Task details: Please state how many lines of the records below contain the word "tabular". Give the number and nothing else.

::::::

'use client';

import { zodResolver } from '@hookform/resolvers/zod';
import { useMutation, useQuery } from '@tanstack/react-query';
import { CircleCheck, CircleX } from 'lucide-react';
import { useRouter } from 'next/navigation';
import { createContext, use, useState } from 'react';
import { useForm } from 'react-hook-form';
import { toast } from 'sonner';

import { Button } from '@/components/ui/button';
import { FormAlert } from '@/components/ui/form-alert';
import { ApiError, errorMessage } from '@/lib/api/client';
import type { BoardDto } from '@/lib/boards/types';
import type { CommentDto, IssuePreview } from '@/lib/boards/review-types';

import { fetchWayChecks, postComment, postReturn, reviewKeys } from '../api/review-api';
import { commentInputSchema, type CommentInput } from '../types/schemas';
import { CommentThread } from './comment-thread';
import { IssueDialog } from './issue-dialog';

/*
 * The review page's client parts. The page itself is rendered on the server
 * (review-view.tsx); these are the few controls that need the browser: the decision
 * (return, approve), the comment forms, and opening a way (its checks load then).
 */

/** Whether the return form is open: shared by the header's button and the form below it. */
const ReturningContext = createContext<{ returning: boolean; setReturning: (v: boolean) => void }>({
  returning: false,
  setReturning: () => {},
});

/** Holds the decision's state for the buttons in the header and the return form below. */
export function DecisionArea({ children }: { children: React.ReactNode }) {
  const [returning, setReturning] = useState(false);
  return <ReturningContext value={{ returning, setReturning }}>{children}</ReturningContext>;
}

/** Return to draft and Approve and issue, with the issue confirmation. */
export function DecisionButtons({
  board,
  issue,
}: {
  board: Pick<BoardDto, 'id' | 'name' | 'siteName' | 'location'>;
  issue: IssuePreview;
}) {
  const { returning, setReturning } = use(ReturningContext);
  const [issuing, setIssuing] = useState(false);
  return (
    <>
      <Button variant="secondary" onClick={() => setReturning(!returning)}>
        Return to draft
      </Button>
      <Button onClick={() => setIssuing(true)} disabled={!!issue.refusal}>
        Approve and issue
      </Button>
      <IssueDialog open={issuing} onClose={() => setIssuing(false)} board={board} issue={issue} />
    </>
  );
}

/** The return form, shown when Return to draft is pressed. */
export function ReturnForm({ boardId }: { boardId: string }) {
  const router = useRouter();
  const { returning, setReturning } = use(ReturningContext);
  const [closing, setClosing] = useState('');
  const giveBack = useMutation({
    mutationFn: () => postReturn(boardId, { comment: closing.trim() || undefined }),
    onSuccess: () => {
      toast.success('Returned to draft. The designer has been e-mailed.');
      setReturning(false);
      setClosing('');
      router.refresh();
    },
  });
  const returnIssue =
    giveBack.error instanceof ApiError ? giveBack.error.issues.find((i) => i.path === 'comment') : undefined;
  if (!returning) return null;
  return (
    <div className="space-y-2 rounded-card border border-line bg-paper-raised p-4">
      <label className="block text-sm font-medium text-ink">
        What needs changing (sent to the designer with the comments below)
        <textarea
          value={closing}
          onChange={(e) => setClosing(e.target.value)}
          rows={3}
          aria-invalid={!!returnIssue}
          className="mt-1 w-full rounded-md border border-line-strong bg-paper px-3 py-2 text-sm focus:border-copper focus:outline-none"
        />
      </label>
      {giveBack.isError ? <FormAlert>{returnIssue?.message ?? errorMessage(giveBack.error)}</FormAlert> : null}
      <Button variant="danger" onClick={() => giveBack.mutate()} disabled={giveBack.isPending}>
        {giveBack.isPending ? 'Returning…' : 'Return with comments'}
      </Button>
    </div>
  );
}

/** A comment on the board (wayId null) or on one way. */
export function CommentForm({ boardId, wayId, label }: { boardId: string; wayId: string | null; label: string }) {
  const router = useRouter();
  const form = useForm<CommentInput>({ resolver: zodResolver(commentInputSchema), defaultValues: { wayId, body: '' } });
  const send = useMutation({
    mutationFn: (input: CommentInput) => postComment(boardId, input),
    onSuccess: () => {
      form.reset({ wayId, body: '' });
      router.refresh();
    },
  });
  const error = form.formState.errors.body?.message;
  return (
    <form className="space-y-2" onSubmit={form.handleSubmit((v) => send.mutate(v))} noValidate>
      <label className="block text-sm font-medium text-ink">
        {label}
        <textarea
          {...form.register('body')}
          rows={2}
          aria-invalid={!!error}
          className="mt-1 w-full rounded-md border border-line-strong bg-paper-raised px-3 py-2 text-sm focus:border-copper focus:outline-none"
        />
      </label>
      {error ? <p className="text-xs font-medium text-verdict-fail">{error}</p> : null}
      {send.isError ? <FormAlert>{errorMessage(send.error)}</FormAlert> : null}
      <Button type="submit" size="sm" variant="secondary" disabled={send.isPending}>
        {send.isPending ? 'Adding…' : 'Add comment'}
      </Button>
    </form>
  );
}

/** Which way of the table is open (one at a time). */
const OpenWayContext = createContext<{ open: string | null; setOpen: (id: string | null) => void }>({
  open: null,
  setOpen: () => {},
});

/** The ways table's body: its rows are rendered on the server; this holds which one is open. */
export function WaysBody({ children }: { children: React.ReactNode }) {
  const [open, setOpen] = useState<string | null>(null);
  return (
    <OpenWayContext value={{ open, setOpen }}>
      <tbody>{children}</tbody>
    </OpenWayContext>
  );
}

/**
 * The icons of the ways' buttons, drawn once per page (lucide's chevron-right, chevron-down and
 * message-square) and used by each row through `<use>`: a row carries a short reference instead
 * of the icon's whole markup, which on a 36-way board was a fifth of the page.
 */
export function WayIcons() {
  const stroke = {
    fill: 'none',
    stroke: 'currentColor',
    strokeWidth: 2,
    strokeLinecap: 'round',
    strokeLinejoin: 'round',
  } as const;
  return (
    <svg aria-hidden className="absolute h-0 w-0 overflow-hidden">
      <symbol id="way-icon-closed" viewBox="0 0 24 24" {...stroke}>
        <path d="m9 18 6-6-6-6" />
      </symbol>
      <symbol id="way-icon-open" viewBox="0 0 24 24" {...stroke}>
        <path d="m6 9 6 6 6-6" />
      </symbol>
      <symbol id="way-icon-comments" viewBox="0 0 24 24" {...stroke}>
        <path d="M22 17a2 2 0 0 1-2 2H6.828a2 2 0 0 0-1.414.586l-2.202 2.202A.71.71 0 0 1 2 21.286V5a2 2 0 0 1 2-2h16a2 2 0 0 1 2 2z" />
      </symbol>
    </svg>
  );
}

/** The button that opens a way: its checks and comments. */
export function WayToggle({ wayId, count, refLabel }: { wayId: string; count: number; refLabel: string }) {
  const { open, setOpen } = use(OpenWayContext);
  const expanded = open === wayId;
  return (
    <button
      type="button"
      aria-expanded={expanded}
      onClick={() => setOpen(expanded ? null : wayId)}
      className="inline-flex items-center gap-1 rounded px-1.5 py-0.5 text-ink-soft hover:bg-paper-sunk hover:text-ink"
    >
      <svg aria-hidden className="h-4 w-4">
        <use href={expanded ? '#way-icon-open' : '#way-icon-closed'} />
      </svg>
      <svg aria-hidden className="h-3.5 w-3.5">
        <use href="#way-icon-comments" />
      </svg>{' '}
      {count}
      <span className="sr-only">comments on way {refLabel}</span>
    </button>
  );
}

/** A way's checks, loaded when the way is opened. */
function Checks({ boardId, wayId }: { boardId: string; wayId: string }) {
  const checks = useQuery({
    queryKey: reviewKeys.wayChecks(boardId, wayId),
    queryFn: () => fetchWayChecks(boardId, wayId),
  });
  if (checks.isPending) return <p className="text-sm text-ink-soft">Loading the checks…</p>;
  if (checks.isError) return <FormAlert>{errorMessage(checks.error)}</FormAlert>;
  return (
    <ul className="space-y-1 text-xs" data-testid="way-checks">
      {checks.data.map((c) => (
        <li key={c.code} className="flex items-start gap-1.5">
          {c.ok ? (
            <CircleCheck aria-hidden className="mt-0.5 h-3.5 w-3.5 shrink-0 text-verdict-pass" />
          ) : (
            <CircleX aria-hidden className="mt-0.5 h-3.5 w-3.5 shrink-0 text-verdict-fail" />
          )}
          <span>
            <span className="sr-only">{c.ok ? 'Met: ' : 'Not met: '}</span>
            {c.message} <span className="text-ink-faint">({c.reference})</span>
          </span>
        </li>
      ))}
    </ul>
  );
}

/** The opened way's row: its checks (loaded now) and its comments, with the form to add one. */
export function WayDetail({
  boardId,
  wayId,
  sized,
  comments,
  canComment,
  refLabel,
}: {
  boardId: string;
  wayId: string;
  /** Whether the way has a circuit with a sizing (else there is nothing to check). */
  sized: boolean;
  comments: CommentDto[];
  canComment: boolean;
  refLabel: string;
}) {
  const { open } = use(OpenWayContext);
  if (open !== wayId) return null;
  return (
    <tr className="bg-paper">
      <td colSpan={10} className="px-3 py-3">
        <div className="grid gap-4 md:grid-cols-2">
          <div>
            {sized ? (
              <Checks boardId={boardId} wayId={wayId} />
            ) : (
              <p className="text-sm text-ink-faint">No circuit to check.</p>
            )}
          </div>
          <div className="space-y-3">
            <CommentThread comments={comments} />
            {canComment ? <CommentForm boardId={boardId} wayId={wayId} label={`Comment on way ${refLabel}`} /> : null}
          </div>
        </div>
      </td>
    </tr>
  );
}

::::::

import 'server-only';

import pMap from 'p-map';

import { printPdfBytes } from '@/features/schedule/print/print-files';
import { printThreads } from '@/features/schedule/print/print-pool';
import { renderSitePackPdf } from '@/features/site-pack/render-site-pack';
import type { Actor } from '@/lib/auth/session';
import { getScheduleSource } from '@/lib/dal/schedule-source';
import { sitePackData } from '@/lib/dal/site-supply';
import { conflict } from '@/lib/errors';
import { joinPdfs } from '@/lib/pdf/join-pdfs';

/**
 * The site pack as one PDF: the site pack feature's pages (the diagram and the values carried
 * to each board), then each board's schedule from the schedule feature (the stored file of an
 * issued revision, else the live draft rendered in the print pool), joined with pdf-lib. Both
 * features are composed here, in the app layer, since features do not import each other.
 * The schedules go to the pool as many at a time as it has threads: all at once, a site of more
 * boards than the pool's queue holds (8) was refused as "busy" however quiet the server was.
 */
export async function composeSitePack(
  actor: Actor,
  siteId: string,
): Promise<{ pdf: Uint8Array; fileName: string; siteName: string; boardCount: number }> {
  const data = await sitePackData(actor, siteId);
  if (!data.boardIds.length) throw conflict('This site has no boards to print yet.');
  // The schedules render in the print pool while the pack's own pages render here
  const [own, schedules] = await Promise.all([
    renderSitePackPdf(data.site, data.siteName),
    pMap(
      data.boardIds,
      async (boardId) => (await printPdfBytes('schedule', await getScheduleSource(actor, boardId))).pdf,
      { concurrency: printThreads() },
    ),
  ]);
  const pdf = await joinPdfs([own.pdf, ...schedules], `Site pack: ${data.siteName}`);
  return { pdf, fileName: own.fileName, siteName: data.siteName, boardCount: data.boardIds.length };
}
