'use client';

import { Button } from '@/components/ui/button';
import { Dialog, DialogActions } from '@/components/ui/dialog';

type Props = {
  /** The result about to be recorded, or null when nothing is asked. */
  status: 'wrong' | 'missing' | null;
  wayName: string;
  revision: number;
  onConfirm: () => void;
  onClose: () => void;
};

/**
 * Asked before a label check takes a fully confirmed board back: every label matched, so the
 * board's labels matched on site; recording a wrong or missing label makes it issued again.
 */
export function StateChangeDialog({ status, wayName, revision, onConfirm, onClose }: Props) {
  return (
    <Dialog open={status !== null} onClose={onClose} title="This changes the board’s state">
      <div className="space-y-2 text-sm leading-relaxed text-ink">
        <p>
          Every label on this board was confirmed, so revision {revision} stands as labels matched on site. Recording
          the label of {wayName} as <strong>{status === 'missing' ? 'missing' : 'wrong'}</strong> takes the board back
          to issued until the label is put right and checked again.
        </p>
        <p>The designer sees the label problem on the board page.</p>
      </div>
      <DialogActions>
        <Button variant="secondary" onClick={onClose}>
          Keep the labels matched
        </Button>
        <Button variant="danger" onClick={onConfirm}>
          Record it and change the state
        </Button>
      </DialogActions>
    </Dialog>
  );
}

::::::

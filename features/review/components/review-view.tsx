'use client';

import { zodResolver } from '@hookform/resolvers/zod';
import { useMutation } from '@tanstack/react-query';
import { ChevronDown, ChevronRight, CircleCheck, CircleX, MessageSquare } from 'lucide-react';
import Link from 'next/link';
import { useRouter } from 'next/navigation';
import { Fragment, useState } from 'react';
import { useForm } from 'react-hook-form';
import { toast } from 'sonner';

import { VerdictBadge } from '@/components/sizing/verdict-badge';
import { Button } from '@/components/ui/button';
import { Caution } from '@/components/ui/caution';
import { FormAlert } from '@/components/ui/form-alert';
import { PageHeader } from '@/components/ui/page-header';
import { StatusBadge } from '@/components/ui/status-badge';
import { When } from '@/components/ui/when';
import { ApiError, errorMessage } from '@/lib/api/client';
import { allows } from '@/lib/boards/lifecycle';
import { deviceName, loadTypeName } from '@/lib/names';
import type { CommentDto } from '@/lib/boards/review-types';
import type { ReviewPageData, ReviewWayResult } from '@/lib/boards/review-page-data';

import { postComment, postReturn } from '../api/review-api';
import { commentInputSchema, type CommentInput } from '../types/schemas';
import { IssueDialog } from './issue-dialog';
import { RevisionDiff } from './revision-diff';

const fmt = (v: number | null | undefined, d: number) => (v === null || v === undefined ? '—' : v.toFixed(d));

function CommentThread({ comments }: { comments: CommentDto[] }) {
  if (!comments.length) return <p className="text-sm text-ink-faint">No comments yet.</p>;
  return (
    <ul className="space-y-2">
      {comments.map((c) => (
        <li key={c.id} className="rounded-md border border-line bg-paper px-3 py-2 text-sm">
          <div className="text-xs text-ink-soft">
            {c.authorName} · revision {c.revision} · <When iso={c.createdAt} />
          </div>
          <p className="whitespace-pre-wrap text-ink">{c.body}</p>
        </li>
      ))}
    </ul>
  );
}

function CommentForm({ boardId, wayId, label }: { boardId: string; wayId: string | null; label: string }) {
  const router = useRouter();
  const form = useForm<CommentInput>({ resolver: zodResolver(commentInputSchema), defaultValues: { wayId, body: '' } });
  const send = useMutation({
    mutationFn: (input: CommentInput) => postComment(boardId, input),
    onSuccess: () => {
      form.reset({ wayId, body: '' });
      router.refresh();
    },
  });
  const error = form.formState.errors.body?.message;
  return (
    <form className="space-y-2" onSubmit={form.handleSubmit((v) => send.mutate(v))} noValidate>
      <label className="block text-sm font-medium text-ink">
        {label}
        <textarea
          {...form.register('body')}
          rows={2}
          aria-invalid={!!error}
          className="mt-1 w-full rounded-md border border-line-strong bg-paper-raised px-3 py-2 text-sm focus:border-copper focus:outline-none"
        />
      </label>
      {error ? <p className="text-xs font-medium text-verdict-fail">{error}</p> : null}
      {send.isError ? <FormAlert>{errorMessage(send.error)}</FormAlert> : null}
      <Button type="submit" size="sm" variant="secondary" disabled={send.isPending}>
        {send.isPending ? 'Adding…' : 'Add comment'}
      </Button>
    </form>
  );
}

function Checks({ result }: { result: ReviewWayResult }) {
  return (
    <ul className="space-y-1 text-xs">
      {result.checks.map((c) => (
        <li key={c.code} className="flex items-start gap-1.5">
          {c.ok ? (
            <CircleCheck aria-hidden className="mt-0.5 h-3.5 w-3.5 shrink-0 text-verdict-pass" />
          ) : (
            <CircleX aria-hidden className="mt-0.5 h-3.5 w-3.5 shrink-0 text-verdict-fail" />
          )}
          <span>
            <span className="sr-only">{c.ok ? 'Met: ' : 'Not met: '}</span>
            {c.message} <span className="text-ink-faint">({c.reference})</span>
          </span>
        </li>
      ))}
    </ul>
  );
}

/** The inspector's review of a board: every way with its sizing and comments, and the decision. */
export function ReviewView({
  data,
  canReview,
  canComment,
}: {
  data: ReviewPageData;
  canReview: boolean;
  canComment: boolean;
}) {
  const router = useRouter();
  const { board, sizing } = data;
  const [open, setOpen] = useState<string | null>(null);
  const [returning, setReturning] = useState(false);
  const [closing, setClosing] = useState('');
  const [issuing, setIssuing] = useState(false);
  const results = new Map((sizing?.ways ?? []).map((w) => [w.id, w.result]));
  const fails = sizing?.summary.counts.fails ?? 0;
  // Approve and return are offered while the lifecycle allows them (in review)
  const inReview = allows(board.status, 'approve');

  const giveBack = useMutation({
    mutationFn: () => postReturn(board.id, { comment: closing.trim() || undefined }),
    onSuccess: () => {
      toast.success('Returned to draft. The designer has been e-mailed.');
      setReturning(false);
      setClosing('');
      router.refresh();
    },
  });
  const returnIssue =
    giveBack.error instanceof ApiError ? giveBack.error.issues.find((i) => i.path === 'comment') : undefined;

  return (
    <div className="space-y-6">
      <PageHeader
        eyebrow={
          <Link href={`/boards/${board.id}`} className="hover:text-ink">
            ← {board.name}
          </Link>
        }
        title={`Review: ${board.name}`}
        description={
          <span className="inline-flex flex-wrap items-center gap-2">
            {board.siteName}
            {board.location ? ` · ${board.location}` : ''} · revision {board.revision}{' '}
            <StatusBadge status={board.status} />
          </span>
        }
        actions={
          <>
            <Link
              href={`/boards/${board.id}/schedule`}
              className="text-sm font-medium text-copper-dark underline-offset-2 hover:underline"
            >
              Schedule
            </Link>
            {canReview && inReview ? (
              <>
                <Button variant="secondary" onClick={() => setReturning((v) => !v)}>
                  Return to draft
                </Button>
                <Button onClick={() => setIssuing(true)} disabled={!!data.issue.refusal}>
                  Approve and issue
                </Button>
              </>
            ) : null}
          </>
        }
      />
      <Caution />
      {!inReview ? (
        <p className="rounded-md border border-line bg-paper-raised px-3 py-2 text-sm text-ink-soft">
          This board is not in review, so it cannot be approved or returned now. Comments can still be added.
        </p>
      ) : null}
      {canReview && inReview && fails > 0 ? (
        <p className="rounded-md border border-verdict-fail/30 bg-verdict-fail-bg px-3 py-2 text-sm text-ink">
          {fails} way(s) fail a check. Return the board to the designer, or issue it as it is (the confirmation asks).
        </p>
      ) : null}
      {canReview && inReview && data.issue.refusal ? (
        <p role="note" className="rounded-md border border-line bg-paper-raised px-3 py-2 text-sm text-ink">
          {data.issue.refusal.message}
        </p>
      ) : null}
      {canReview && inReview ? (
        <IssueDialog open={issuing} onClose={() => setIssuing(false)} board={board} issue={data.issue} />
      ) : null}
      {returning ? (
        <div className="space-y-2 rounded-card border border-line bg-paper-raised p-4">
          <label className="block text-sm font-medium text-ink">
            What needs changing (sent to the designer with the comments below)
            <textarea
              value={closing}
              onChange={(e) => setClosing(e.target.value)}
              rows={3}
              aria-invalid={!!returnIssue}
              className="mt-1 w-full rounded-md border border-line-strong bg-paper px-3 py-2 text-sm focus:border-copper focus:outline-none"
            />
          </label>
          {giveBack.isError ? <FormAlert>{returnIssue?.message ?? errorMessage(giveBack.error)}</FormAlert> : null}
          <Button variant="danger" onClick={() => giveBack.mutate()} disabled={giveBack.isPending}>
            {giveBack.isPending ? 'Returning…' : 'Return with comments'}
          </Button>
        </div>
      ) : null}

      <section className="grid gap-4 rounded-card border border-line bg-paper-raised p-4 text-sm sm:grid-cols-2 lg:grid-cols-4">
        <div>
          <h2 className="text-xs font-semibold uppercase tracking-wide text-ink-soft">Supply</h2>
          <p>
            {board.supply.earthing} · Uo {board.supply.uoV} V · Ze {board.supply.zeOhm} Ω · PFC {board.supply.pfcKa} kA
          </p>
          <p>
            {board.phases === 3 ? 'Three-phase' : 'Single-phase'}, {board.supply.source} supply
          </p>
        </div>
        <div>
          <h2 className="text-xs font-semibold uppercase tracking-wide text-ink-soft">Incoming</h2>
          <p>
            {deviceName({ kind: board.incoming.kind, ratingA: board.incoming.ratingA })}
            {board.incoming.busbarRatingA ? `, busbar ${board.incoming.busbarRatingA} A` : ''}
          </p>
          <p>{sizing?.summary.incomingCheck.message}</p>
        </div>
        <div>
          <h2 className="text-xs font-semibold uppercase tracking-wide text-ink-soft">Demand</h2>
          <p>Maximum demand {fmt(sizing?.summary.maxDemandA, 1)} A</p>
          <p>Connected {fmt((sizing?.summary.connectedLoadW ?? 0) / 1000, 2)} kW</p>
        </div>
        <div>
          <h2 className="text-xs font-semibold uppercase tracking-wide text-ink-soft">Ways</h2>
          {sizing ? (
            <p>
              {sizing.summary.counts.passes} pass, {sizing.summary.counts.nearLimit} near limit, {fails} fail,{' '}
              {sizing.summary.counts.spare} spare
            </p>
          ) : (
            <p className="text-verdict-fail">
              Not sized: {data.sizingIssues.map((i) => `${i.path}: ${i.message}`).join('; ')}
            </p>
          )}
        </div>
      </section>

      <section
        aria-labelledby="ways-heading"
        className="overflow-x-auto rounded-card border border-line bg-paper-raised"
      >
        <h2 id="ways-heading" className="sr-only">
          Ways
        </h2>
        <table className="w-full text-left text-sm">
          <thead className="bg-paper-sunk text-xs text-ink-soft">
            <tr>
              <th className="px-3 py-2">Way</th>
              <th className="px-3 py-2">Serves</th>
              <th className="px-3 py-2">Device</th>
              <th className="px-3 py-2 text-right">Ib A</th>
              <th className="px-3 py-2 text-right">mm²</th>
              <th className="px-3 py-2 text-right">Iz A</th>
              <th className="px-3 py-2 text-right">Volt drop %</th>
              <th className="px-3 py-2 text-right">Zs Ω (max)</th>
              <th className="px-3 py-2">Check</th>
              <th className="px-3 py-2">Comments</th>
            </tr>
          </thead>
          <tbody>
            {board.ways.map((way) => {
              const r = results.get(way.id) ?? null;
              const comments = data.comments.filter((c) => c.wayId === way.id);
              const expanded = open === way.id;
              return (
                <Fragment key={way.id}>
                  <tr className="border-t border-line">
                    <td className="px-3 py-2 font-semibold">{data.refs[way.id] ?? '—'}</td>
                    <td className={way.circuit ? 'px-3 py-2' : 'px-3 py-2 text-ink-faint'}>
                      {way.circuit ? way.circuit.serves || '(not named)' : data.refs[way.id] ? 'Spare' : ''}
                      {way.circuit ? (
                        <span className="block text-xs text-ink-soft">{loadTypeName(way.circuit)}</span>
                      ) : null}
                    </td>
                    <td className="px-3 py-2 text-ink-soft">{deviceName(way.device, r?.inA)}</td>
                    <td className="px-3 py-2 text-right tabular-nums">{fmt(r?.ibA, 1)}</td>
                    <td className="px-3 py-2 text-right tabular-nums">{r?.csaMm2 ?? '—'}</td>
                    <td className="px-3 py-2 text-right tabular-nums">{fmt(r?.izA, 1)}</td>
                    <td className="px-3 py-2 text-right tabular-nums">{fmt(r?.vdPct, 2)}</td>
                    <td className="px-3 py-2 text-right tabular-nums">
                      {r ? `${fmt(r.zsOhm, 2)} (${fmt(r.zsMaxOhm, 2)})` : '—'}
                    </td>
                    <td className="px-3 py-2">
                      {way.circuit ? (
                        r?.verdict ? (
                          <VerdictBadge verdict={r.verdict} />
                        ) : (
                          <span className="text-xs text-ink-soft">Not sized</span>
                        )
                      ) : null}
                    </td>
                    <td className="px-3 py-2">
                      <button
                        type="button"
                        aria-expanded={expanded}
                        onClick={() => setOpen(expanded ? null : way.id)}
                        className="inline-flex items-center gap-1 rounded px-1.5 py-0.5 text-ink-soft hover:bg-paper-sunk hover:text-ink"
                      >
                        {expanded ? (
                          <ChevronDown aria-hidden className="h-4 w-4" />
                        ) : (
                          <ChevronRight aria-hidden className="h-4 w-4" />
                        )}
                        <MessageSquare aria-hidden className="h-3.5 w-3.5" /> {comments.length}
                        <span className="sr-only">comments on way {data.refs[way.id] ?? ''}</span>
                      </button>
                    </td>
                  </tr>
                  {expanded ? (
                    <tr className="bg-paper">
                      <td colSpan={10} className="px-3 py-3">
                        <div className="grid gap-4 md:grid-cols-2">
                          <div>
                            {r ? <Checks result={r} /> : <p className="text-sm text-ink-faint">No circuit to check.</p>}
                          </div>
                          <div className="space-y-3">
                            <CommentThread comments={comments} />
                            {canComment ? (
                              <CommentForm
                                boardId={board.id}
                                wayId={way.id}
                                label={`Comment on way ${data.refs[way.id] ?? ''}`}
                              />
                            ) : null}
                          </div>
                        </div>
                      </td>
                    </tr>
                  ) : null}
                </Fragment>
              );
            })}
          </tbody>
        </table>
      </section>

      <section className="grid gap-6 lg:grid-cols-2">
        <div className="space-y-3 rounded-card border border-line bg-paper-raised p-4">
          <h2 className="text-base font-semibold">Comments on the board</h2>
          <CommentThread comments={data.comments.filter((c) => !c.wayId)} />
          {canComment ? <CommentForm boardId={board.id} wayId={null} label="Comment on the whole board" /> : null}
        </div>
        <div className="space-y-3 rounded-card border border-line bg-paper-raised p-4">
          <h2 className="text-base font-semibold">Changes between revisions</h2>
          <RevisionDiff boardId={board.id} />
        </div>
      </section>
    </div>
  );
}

::::::

Your solution: 5